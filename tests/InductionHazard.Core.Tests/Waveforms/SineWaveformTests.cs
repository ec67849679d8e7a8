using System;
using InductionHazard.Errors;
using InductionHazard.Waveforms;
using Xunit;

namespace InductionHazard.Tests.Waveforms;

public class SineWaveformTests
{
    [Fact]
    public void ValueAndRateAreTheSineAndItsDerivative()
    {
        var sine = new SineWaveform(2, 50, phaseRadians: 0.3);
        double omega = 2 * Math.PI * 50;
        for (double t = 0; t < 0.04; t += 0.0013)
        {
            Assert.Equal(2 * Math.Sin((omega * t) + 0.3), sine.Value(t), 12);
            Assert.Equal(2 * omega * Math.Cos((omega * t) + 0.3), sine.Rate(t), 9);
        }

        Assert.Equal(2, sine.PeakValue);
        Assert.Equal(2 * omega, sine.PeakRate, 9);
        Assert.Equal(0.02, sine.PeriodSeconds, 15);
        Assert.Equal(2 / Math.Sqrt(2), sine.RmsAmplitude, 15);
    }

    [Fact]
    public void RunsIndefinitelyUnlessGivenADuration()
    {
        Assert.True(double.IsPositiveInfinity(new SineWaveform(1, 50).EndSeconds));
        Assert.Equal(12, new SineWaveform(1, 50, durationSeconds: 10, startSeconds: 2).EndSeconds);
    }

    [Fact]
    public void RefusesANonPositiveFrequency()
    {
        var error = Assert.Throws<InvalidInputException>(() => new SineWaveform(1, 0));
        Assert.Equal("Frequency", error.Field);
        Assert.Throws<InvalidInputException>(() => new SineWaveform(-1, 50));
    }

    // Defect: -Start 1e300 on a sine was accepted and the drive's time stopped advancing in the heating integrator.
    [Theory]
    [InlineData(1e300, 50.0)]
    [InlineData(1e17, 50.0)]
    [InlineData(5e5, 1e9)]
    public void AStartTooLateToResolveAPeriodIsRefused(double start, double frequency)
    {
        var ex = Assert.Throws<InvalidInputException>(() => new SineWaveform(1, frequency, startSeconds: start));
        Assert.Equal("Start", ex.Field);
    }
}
-.-.-
Task goal: Return, word for word, the lines from the one containing "the heating integrator." through the end of the data above, both ends included, and nothing else.

Expected answer:
    // Defect: -Start 1e300 on a sine was accepted and the drive's time stopped advancing in the heating integrator.
    [Theory]
    [InlineData(1e300, 50.0)]
    [InlineData(1e17, 50.0)]
    [InlineData(5e5, 1e9)]
    public void AStartTooLateToResolveAPeriodIsRefused(double start, double frequency)
    {
        var ex = Assert.Throws<InvalidInputException>(() => new SineWaveform(1, frequency, startSeconds: start));
        Assert.Equal("Start", ex.Field);
    }
}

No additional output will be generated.